= Ollie Stewart =

American journalist (1906–1977)

Ollie Stewart (May 18, 1906 – 1977) was one of many black journalists credentialed by the War Department to report of the war in Africa and Europe during World War II and was the first black journalist to be credentialed by the War Department to cover the European Theater.

==Career==
Reporting from overseas, he wrote hundreds of personal accounts of his observations of the war through the eyes of the black soldier. He wrote for the Baltimore Afro-American, the largest black newspaper in America. After the war ended he remained in Paris, France where he continued to write and submit articles that were printed in the United States to his death in 1977. He was largely unknown but more recently scholars and authors are bringing his contributions to light.

Stewart was born on May 18, 1906, in Gibsland, Louisiana. He graduated in 1930 from what is now Tennessee State University in Nashville, Tennessee, and soon began submitting freelance articles to such publications as Southern Magazine, the Southern Workman, and Opportunity magazine. Stewart obtained notoriety when his article about Father Divine, a Black spiritual leader, appeared in Scribner's Commentator and Reader's Digest. He was paid $650 for "Harlem's God in his Heaven," a huge sum in 1940 (Scope note, Moorland-Spingarn Research Center). He joined the Afro-American as a correspondent in New York, and sometime before June 1940, he became sports editor.

Stewart's first experience as a foreign correspondent came when the Afro-American sent him to do a special series on people of color in South America in 1941. A year later the newspaper sent him as a war correspondent to Europe and North Africa, from where he sent regular dispatches covering the African, French, Italian, and German sectors of the war. The reports were colorful and detailed, and in many instances they were the only means for families to get information about their loved ones who were deployed to undisclosed locations.

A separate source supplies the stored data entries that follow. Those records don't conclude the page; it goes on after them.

class PanelledPoleSums:
    """The pole sums of `secular_roots` split into near poles (direct) and far poles (Chebyshev).

    The interior roots are grouped in panels of consecutive brackets; panel p spans the interval
    I_p = [c - h, c + h] between its outer bracket ends.  Poles within _NEAR_REACH x h = 2h of
    I_p are *near* and summed directly (the anchor left out) at every evaluation; the others are
    at least 3h from c, so phi(z) = sum_far b_i/(z - e_i) and its companion
    sum_far b_i/(z - e_i)^2 are analytic inside the Bernstein ellipse rho = 3 + sqrt(8) of I_p
    and are replaced by their Chebyshev interpolants on _CHEBYSHEV_NODES first-kind nodes, built
    once from direct sums at the nodes.  The coefficients fall off like rho^-n: the interpolation
    error, ~ rho^-n times the sum of |b_i/(z - e_i)| (the scale of the direct sum's own
    rounding), is far below rounding (measured: roots and residues agree with the direct sums to
    ~3e-15 relative).  The outer two roots are summed directly.

    Work: O(M^2 n / P) once plus O(M P) per iteration (panel size P ~ 2 sqrt(M)), instead of
    O(M^2) per iteration.

    Parameters
    ----------
    poles : ndarray, shape (M,)
        e_i, strictly increasing (energy units).
    weights : ndarray, shape (M,)
        b_i > 0 (energy^2).

    References
    ----------
    L. N. Trefethen, Approximation Theory and Approximation Practice (SIAM 2013), ch. 8
    (Chebyshev interpolation error of a function analytic in a Bernstein ellipse).
    """

    def __init__(self, poles, weights):
        self.poles, self.weights = poles, weights
        size = max(2, math.ceil(_PANEL_SCALE * math.sqrt(poles.size)))
        self.starts = np.arange(1, poles.size, size)  # first interior root of each panel
        stops = np.minimum(self.starts + size, poles.size)
        lo, hi = poles[self.starts - 1], poles[stops - 1]
        self.centre, self.half = 0.5 * (hi + lo), 0.5 * (hi - lo)
        self.near_lo = np.searchsorted(poles, lo - _NEAR_REACH * self.half, side="left")
        self.near_hi = np.searchsorted(poles, hi + _NEAR_REACH * self.half, side="right")
        #: per panel, (nodes, 2): Chebyshev coefficients of both far sums
        transform = _chebyshev_transform()
        self.coefficients = np.array([
            _far_sum_coefficients(poles, weights, centre, half, near, transform)
            for centre, half, near in zip(self.centre, self.half,
                                          map(slice, self.near_lo, self.near_hi))])

    def __call__(self, roots, anchor, offset):
        """The two pole sums at z = poles[anchor] + offset, the anchor pole left out.

        Parameters
        ----------
        roots : ndarray of int, shape (R,)
            Root indices j = 0 .. M (0 and M are the outer roots, summed directly).
        anchor : ndarray of int, shape (R,)
            Index of each root's anchor pole.
        offset : ndarray, shape (R,)
            z - poles[anchor] (energy units).

        Returns
        -------
        first : ndarray, shape (R,)
            sum_{i != anchor} b_i / (z - e_i) (energy units).
        second : ndarray, shape (R,)
            sum_{i != anchor} b_i / (z - e_i)^2 (dimensionless).
        """
        first, second = np.empty(roots.size), np.empty(roots.size)
        interior = (roots > 0) & (roots < self.poles.size)
        outer = ~interior
        if outer.any():
            first[outer], second[outer] = _pole_sums(anchor[outer], offset[outer], self.poles,
                                                     self.weights)
        panel = np.searchsorted(self.starts, roots[interior], side="right") - 1
        position = self.poles[anchor[interior]] + offset[interior]
        chebyshev = np.polynomial.chebyshev.chebvander(
            (position - self.centre[panel]) / self.half[panel], _CHEBYSHEV_NODES - 1)
        rows = np.flatnonzero(interior)
        edges = np.searchsorted(panel, np.arange(self.starts.size + 1))
        for p in np.flatnonzero(np.diff(edges)):
            near = slice(self.near_lo[p], self.near_hi[p])
            for part in _blocks(edges[p + 1] - edges[p], near.stop - near.start):
                within = slice(edges[p] + part.start, edges[p] + part.stop)
                block = rows[within]
                cauchy = _cauchy_block(self.poles[anchor[block]], offset[block], self.poles[near])
                cauchy[np.arange(block.size), anchor[block] - near.start] = 0.0
                far = chebyshev[within] @ self.coefficients[p]
                first[block] = cauchy @ self.weights[near] + far[:, 0]
                second[block] = np.square(cauchy, out=cauchy) @ self.weights[near] + far[:, 1]
        return first, second


def _far_sum_coefficients(poles, weights, centre, half, near, transform):
    """Chebyshev coefficients, shape (_CHEBYSHEV_NODES, 2), of the two far-pole sums.

    sum_far b_i/(z - e_i) and sum_far b_i/(z - e_i)^2 on [centre - half, centre + half], the
    far poles being all but the slice `near` (their Cauchy entries zeroed, not subtracted),
    interpolated at the first-kind nodes x_m of `_chebyshev_transform` (which maps the values
    there to the coefficients).
    """
    nodes = _chebyshev_nodes()
    cauchy = _cauchy_block(centre + half * nodes, np.zeros(nodes.size), poles)
    cauchy[:, near] = 0.0
    values = np.stack([cauchy @ weights, np.square(cauchy, out=cauchy) @ weights], axis=1)
    return transform @ values


def _chebyshev_nodes() -> np.ndarray:
    """The first-kind Chebyshev nodes x_m = cos(pi (m + 1/2) / n), n = _CHEBYSHEV_NODES."""
    return np.cos(np.pi * (np.arange(_CHEBYSHEV_NODES) + 0.5) / _CHEBYSHEV_NODES)


def _chebyshev_transform() -> np.ndarray:
    """Values at `_chebyshev_nodes` -> Chebyshev coefficients, shape (n, n):
    c_k = (2 - [k = 0]) / n sum_m T_k(x_m) f(x_m) (Trefethen, Approximation Theory and
    Approximation Practice, ch. 8)."""
    nodes = _chebyshev_nodes()
    transform = (2.0 / nodes.size) * np.polynomial.chebyshev.chebvander(nodes, nodes.size - 1).T
    transform[0] *= 0.5
    return transform


def _local_model_step(offset, value, slope_rest, anchor_weight, far_end):
    """Correction u to the offset x from a local model of f matching f and f' at x.

    Model: f(x + u) ~ f + b/x - b/(x + u) + s u / (1 - r u), with b the anchor weight,
    s = slope_rest and r = 1/(far_end - x): the anchor pole exactly, everything else as one pole
    at the far bracket end (r = 0, a straight line, for the outer brackets).  Its root is the
    small root of
        [s - r (f + b/x)] u^2 + [f (1 - r x) + f' x] u + f x = 0,     f' = s + b/x^2,
    which reduces to Newton's step on x f(x) as the curvature term vanishes.
    """
    with np.errstate(divide="ignore", invalid="ignore", over="ignore"):
        curvature = 1.0 / (far_end - offset)
        quadratic = slope_rest - curvature * (value + anchor_weight / offset)
        linear = value * (1.0 - curvature * offset) + (slope_rest + anchor_weight / offset**2) * offset
        constant = value * offset
        root_term = np.sqrt(np.maximum(linear**2 - 4.0 * quadratic * constant, 0.0))
        return -2.0 * constant / (linear + np.copysign(root_term, linear))


def _cauchy_block(anchor_energies, offsets, poles):
    """1 / (z_j - e_i) = 1 / ((anchor_j - e_i) + offset_j), shape (roots, poles) (energy^-1)."""
    block = np.subtract.outer(anchor_energies, poles)
    block += offsets[:, None]
    return np.divide(1.0, block, out=block)


def _blocks(count, row_length, elements=None):
    """Consecutive slices of range(count), each with at most elements / row_length rows
    (elements defaults to _BLOCK_ELEMENTS)."""
    size = max(1, (elements or _BLOCK_ELEMENTS) // max(row_length, 1))
    return [slice(start, min(start + size, count)) for start in range(0, count, size)]


def grid_from_zero(times) -> bool:
    """Whether `times` is a uniform grid t_n = n h from t = 0 (at least 4 times), on which the
    Duhamel recurrence and the amplitudes' slopes run (`StarSpectrum.mode_series`).

    Parameters
    ----------
    times : array_like
        Times (time units).

    Returns
    -------
    bool
    """
    grid = _uniform_grid(_as_times(times))
    return grid is not None and grid[0] == 0.0


def _uniform_grid(times):
    """(t_0, dt, B) when times[n] = t_0 + n dt to rounding (B = ceil(sqrt(T)), the inner block
    of `StarSpectrum.level_amplitude`), else None (fewer than 4 times, or not evenly spaced)."""
    if times.size < 4:
        return None
    start, step = times[0], (times[-1] - times[0]) / (times.size - 1)
    grid = start + step * np.arange(times.size)
    if np.max(np.abs(grid - times)) > _GRID_RTOL * np.max(np.abs(times)):
        return None
    return float(start), float(step), math.isqrt(times.size - 1) + 1


def _as_bath(mode_energies, couplings):
    """Validated 1D float energies and complex couplings of equal length."""
    energies = np.asarray(mode_energies, dtype=float)
    couplings = np.asarray(couplings, dtype=complex)
    if energies.ndim != 1 or energies.shape != couplings.shape:
        raise ValueError("mode_energies and couplings must be 1D arrays of equal length")
    if not (np.all(np.isfinite(energies)) and np.all(np.isfinite(couplings))):
        raise ValueError("mode energies and couplings must be finite")
    return energies, couplings


def _as_times(times):
    """Validated 1D float array of times."""
    times = np.asarray(times, dtype=float)
    if times.ndim != 1:
        raise ValueError("times must be a 1D array")
    return times
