def evolve_sector(sector: Sector, grid: MarkovGrid, psi0: qutip.Qobj, times: np.ndarray,
                  snaps: np.ndarray, purity: bool, progress: bool = False) -> SectorRun:
    """Lindblad evolution of one sector by qutip.mesolve, segment by segment between snapshots.

    d rho/dt = -i [H, rho] + sum_J (L_J rho L_J^dag - {L_J^dag L_J, rho} / 2) with the
    sector's diagonal H and jump operators (`Sector.liouvillian`); the expectation values of the
    excited projector, p_z, p_z^2, the cut-edge projector, the trace and (optionally) the COM
    purity are recorded at every sample time, and the ground-state lattice probabilities at each
    snapshot time.

    Parameters
    ----------
    sector : Sector
    grid : MarkovGrid
    psi0 : qutip.Qobj
        Initial ket of the sector (`Sector.initial_ket`).
    times : ndarray, shape (T,)
        Sample times (time units).
    snaps : ndarray of int
        Snapshot indices into `times`, first and last included.
    purity : bool
        Record Tr rho_COM^2 (`com_purity`).
    progress : bool, optional
        Show mesolve's progress bar for each segment.

    Returns
    -------
    SectorRun

    References
    ----------
    The QuTiP 5 documentation: mesolve.
    H.-P. Breuer & F. Petruccione, The Theory of Open Quantum Systems (OUP 2002), ch. 3.
    """
    generator = sector.liouvillian()
    pz = grid.momentum(sector.index)
    e_ops = [sector.diagonal(sector.levels == EXCITED), sector.diagonal(pz),
             sector.diagonal(pz * pz), sector.diagonal(sector.edge),
             lambda t, state: state.tr()]
    if purity:
        e_ops.append(lambda t, state: com_purity(sector, state.full()))
    series = [[] for _ in e_ops]
    ground_sel = sector.levels == GROUND
    state = qutip.ket2dm(psi0)
    ground = [np.real(state.diag())[ground_sel]]
    options = {**SOLVER_OPTIONS, "store_final_state": True,
               "progress_bar": "tqdm" if progress else False}
    for a, b in zip(snaps[:-1], snaps[1:]):
        res = qutip.mesolve(generator, state, times[a:b + 1], [], e_ops=e_ops, options=options)
        for column, values in zip(series, res.expect):
            column.extend(list(values) if not column else list(values)[1:])
        state = res.final_state
        ground.append(np.real(state.diag())[ground_sel])
    arrays = [np.real(np.array(c)) for c in series]
    return SectorRun(arrays[0], arrays[1], arrays[2], arrays[4], arrays[3],
                     arrays[5] if purity else np.full(len(times), np.nan), ground, state)


def propagate(generator, start: np.ndarray, times: np.ndarray) -> np.ndarray:
    """P(t) = exp(W (t - t_0)) P(t_0) at each of `times`, by scipy's expm_multiply.

    Equally spaced times are done in one call (`expm_multiply` over an interval), others one
    interval at a time.

    Parameters
    ----------
    generator : scipy.sparse matrix, shape (n, n)
        W (1 / time units).
    start : ndarray, shape (n,)
        P(t_0) (dimensionless).
    times : ndarray, shape (T,)
        Increasing times, t_0 first (time units).

    Returns
    -------
    ndarray, shape (T, n)
        P at each time (dimensionless).

    References
    ----------
    A. H. Al-Mohy & N. J. Higham, "Computing the action of the matrix exponential, with an
    application to exponential integrators", SIAM J. Sci. Comput. 33, 488 (2011) (the algorithm
    of scipy.sparse.linalg.expm_multiply).
    """
    steps = np.diff(times)
    if np.allclose(steps, steps[0], rtol=1e-12, atol=0.0):
        return expm_multiply(generator, start, start=0.0, stop=times[-1] - times[0],
                             num=len(times), endpoint=True)
    out = [start]
    for step in steps:
        out.append(expm_multiply(generator * step, out[-1]))
    return np.array(out)


def evolve_populations(sector: Sector, grid: MarkovGrid, psi0: qutip.Qobj, times: np.ndarray,
                       snaps: np.ndarray, tick=None) -> SectorRun:
    """The sector's populations under its rate equation dP/dt = W P (`Sector.rate_matrix`).

    The Lindblad generator maps the diagonal of rho onto itself and the coherences never feed it
    (`Sector.rate_matrix`), so every diagonal observable - P_e, <p_z>, <p_z^2>, the cut-edge
    population, the trace and the ground-state lattice probabilities - follows from the
    populations alone, exactly: P(0) = |psi0|^2, P(t) = exp(W t) P(0) (`propagate`, segment by
    segment between snapshots).  The COM purity needs the coherences and is not computed.

    Parameters
    ----------
    sector : Sector
    grid : MarkovGrid
    psi0 : qutip.Qobj
        Initial ket of the sector (`Sector.initial_ket`).
    times : ndarray, shape (T,)
        Sample times (time units).
    snaps : ndarray of int
        Snapshot indices into `times`, first and last included.
    tick : callable, optional
        Called once per segment (a progress bar's update).

    Returns
    -------
    SectorRun
        With purity nan and no final state.

    References
    ----------
    H.-P. Breuer & F. Petruccione, The Theory of Open Quantum Systems (OUP 2002), ch. 3
    (the Pauli master equation).
    """
    generator = sector.rate_matrix()
    pz = grid.momentum(sector.index)
    observed = np.stack([sector.levels == EXCITED, pz, pz * pz, np.ones(sector.size),
                         sector.edge]).astype(float)
    ground_sel = sector.levels == GROUND
    populations = np.abs(psi0.full().ravel()) ** 2
    series, ground = [observed @ populations], [populations[ground_sel]]
    for a, b in zip(snaps[:-1], snaps[1:]):
        segment = propagate(generator, populations, times[a:b + 1])
        series.append(segment[1:] @ observed.T)
        populations = segment[-1]
        ground.append(populations[ground_sel])
        if tick is not None:
            tick()
    excited, p1, p2, trace, edge = np.vstack([series[0][None, :], *series[1:]]).T
    return SectorRun(excited, p1, p2, trace, edge, np.full(len(times), np.nan), ground)
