"""The `recoilsim` command line (argparse only; nothing imports it)."""

from .commands import build_parser, main

__all__ = ["build_parser", "main"]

In June 1942, he traveled to London and covered the war until he boarded a British merchant ship in November 1942 headed to Oran, Algeria that carried British and American replacement troops for the war in Africa. Many other journalists were aboard the same ship such as Ernie Pyle. Pyle wrote in his book that "Ollie Stewart was the only American Negro correspondent then accredited to the European theater. He was well-educated, conducted himself well, and had traveled quite a bit in foreign countries. We all grew to like him very much on the trip. He lived in one of the two cabins with us, ate with us, played handball on deck with the officers, everybody was friendly to him, and there was no 'problem'."

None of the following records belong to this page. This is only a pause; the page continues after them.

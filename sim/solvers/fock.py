"""`method = "fock"`: a few field modes in a truncated Fock space, with or without the RWA.

The full monopole Hamiltonian of physics.md section 1 on a bath of M discrete modes k_j,

    H = E_g(P_com) |g><g| + E_e(P_com) |e><e| + sum_j w_j a_j^dag a_j
        + (sigma+ + sigma-) (x) sum_j c sqrt(mu_j) [a_j e^{i k_j.X} V + h.c.],

with c = model.coupling_factor() (lambda, or lambda_2 for `one-particle`), V(p_e, p_g) the model's
vertex, w_j = sqrt(k_j^2 + m^2) and mu_j = F(k_j)^2 / ((2 pi)^d 2 w_j) x (measure of mode j), so that
sum_j mu_j f(k_j) approximates Int d^dk F^2 / ((2 pi)^d 2 w) f(k).  Every term conserves the total
momentum P = p + sum_j n_j k_j, so one sector is spanned by {|level, n_1..n_M>} with the COM momentum
fixed, p = P - sum_j n_j k_j.  A link adds (or removes) one quantum of mode j and flips the level;
its matrix element is

    <other, n + 1_j| H |level, n> = c V(p_e, p_g) sqrt(mu_j) sqrt(n_j + 1).

Truncation: n_j <= max_occupation, sum_j n_j <= max_quanta.  Only reachable states are kept: with
all terms, the parity (level + sum n) mod 2 is conserved, so the level is fixed by the number of
quanta; under the RWA the excitation number level + sum n is conserved.  Within each rule every
state of the truncated space is reachable from |level0, vac> (quanta can be added one at a time).

Baths:
- 1D: the exact solver's periodic box (`sim.bath.box_sector`): k = 2 pi n / L, |k| <= cutoff
  (n = 0 only for a massive field), mu = F^2 / (L 2 w): Int dk / 2 pi -> (1/L) sum.  When the box
  holds more modes than `bath.fock_modes`, the modes kept are the most strongly coupled to the first
  transition out of the initial state, ranked by |g_j|^2 / (D_j^2 + (2 pi / L)^2) with D_j its
  energy mismatch (the weight of mode j in second-order perturbation theory, regularised by the
  mode spacing).
- 3D: 6 directions (the octahedron +-e1, +-e2, +-e3 with e3 the packet axis: a spherical 3-design,
  weight 4 pi / 6 each; common practice) times R = ceil(fock_modes / 6) Gauss-Legendre nodes in |k|
  on [0, cutoff] with weights W_r k_r^2.  A crude few-mode bath: it models, it does not converge to,
  the 3D continuum.
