def main(argv: list[str] | None = None) -> int:
    """The `recoilsim` command: parse `argv` (default sys.argv[1:]), run, return the exit status.

    Parameters
    ----------
    argv : list of str, optional
        The arguments without the program name; default ``sys.argv[1:]``.

    Returns
    -------
    int
        The process exit status: the command's (0, or 1 for a sweep with failed or lost
        points); `EXIT_BAD_INPUT` (2) for a ScenarioError, UsageError, OutputExists or
        MemoryError, reported in one line per problem on stderr; 130 on Ctrl-C; 1 for an
        internal error (re-raised instead when RECOILSIM_DEBUG is set); 0 when stdout closes
        early.

    Raises
    ------
    SystemExit
        From argparse, for ``--help`` (0) or malformed arguments (2).
    """
    args = build_parser().parse_args(argv)
    os.environ.setdefault("MPLBACKEND", "Agg")  # files, not windows
    try:
        with warnings.catch_warnings():
            warnings.showwarning = _plain_numeric_warning
            return args.func(args)
    except ScenarioError as exc:
        for line in exc.problems:
            print(f"recoilsim: {line}", file=sys.stderr)
        return EXIT_BAD_INPUT
    except (UsageError, OutputExists) as exc:
        print(f"recoilsim: {exc}", file=sys.stderr)
        return EXIT_BAD_INPUT
    except BrokenPipeError:  # output piped into a program that stopped reading (e.g. head)
        os.dup2(os.open(os.devnull, os.O_WRONLY), sys.stdout.fileno())
        return 0
    except KeyboardInterrupt:
        print("recoilsim: interrupted; no partial output was left behind", file=sys.stderr)
        return 130
    except MemoryError:
        print("recoilsim: ran out of memory; `recoilsim run SCENARIO --dry-run` shows the "
              "estimate; lower the [bath] or [grid] sizes", file=sys.stderr)
        return EXIT_BAD_INPUT
    except Exception as exc:  # the last line of defence: one line, no traceback
        if _interrupted(exc):  # Ctrl-C inside an import surfaces as the import's own error
            print("recoilsim: interrupted; no partial output was left behind", file=sys.stderr)
            return 130
        if os.environ.get("RECOILSIM_DEBUG"):
            raise
        print(f"recoilsim: internal error ({type(exc).__name__}: {exc}); rerun with "
              "RECOILSIM_DEBUG=1 for the traceback and please report it", file=sys.stderr)
        return 1


if __name__ == "__main__":
    sys.exit(main())
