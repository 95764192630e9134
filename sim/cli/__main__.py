"""`python -m sim.cli`: the recoilsim command."""

import sys

from .commands import main

sys.exit(main())
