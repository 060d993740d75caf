package coilwright.web.sizing;

import coilwright.web.Html;
import coilwright.web.TestApp;
import io.restassured.response.Response;
import org.jsoup.nodes.Element;
import org.junit.jupiter.api.BeforeEach;
import org.junit.jupiter.api.Test;
import org.junit.jupiter.api.extension.RegisterExtension;

import java.util.HashMap;
import java.util.List;
import java.util.Map;

import static io.restassured.RestAssured.given;
import static org.hamcrest.Matchers.startsWith;
import static org.junit.jupiter.api.Assertions.assertEquals;
import static org.junit.jupiter.api.Assertions.assertFalse;
import static org.junit.jupiter.api.Assertions.assertTrue;
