package coilwright.web;

import static org.junit.jupiter.api.Assertions.assertEquals;
import static org.junit.jupiter.api.Assertions.assertThrows;

import com.fasterxml.jackson.core.JsonProcessingException;
import com.fasterxml.jackson.databind.ObjectMapper;
import java.util.List;
import java.util.Optional;
import org.junit.jupiter.api.Test;

class JsonTest {
    private final ObjectMapper mapper = Json.mapper();

    record Point(double speedRpm, Optional<Double> torqueNm, int poles, String label) {
    }

    record Curve(String name, double[] valuesV, List<Point> points) {
    }

    @Test
    void writes_records_in_declared_order_with_plain_doubles_and_optionals() throws Exception {
        assertEquals("{\"speedRpm\":250.5,\"torqueNm\":null,\"poles\":8,\"label\":\"a\"}",
                mapper.writeValueAsString(new Point(250.5, Optional.empty(), 8, "a")));
        assertEquals("{\"speedRpm\":1.0E-4,\"torqueNm\":12.0,\"poles\":8,\"label\":\"b\"}",
                mapper.writeValueAsString(new Point(1e-4, Optional.of(12.0), 8, "b")));
    }

    @Test
    void refuses_to_write_NaN_or_infinity_anywhere_in_a_result() {
        assertThrows(JsonProcessingException.class, () -> mapper.writeValueAsString(new Point(Double.NaN, Optional.empty(), 8, "x")));
        assertThrows(JsonProcessingException.class, () -> mapper.writeValueAsString(new Point(1, Optional.of(Double.POSITIVE_INFINITY), 8, "x")));
        assertThrows(JsonProcessingException.class, () -> mapper.writeValueAsString(new Curve("c", new double[] {1, Double.NaN}, List.of())));
        assertThrows(JsonProcessingException.class, () -> mapper.writeValueAsString(
                new Curve("c", new double[] {1}, List.of(new Point(Double.NEGATIVE_INFINITY, Optional.empty(), 2, "p")))));
    }

    @Test
    void refuses_unknown_fields_null_primitives_missing_creator_fields_and_coerced_strings() {
        assertThrows(JsonProcessingException.class, () -> mapper.readValue("{\"speedRpm\":1,\"torqueNm\":null,\"poles\":2,\"label\":\"a\",\"x\":1}", Point.class));
        assertThrows(JsonProcessingException.class, () -> mapper.readValue("{\"speedRpm\":null,\"torqueNm\":null,\"poles\":2,\"label\":\"a\"}", Point.class));
        assertThrows(JsonProcessingException.class, () -> mapper.readValue("{\"torqueNm\":null,\"poles\":2,\"label\":\"a\"}", Point.class));
        assertThrows(JsonProcessingException.class, () -> mapper.readValue("{\"speedRpm\":\"NaN\",\"torqueNm\":null,\"poles\":2,\"label\":\"a\"}", Point.class));
        assertThrows(JsonProcessingException.class, () -> mapper.readValue("{\"speedRpm\":1,\"torqueNm\":null,\"poles\":2.5,\"label\":\"a\"}", Point.class));
        assertThrows(JsonProcessingException.class, () -> mapper.readTree("{\"speedRpm\": NaN}"));
    }
}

He covered the war in North Africa that was fought to remove "Desert Fox" Rommel while searching for the black fighting soldier for his regular reports. He covered the Tuskegee Airmen after they reported to Africa during the campaign to Sicily and Italy.

In January 1943, he covered the Casablanca Conference where he met Franklin Roosevelt and Winston Churchill. During his trip to Casablanca he interviewed Josephine Baker, a well known black entertainer from St. Louis, Missouri and who became a French citizen. She said this, he reported with a "gay smile and a French accent ... her face uplifted toward the eternal snows of the nearby Atlas peaks."

He followed the troops to Sicily and then to Italy. He found Sicily to be beautiful but was struck by the devastation in Italy. He left Italy in December 1943 and returned to the United States briefly and then back to London in May 1944 and went ashore at Omaha Beach during the Invasion of Normandy in June 1944. He traveled with Allied troops to the Liberation of Paris and riding in the same convoy following the entrance of Charles de Gaulle. He remained in Europe through 1946 and met Pope Pius XII being the first black journalist to be received by the Pope.

Stewart returned to the United States and his post at the Afro-American after the war, but because he could not tolerate racism and discrimination, he returned to Europe in April 1949 and made his home in Paris until 1977, when he returned to America and died shortly thereafter.

He became the only African American reporting continually from overseas and maintained a base in Paris for 28 years filing articles and columns for the Baltimore, Washington, D.C., and national editions of the newspaper, and writing freelance pieces for other publications. He had already established himself as a reputable journalist prior to and during the war, but in Paris, he solidified that reputation and became much sought after in social and political circles. Despite his longevity and unique position as an African-American journalist living and writing from abroad, Stewart remains almost invisible in media, journalism and American history.
In Paris, Stewart wrote a weekly column titled "Report from Europe" or "Report from Paris" in the Afro-American and occasional articles and short stories for the publication and others such as Reader's Digest and True Detective.

Stewart's writings during his post-World War II career at the Afro-American newspapers totaled 478, of which 426 were columns and 52 were article written in the Afro-American, the Baltimore AfroAmerican and the Washington Afro-American.

He remained in Paris as a foreign correspondent the rest of his career and returned to the United States where he died in 1977 in Georgia.

Ollie Stewart's service in the African and European campaigns during World War II served as the inspiration for the fiction novel "A Private War" (ISBN 9781523961153) by Perry Cockerell released in April 2016 where Stewart was portrayed as the character "Oliver Smith."

==Personal life==
His great-niece is the writer and editor Dodai Stewart.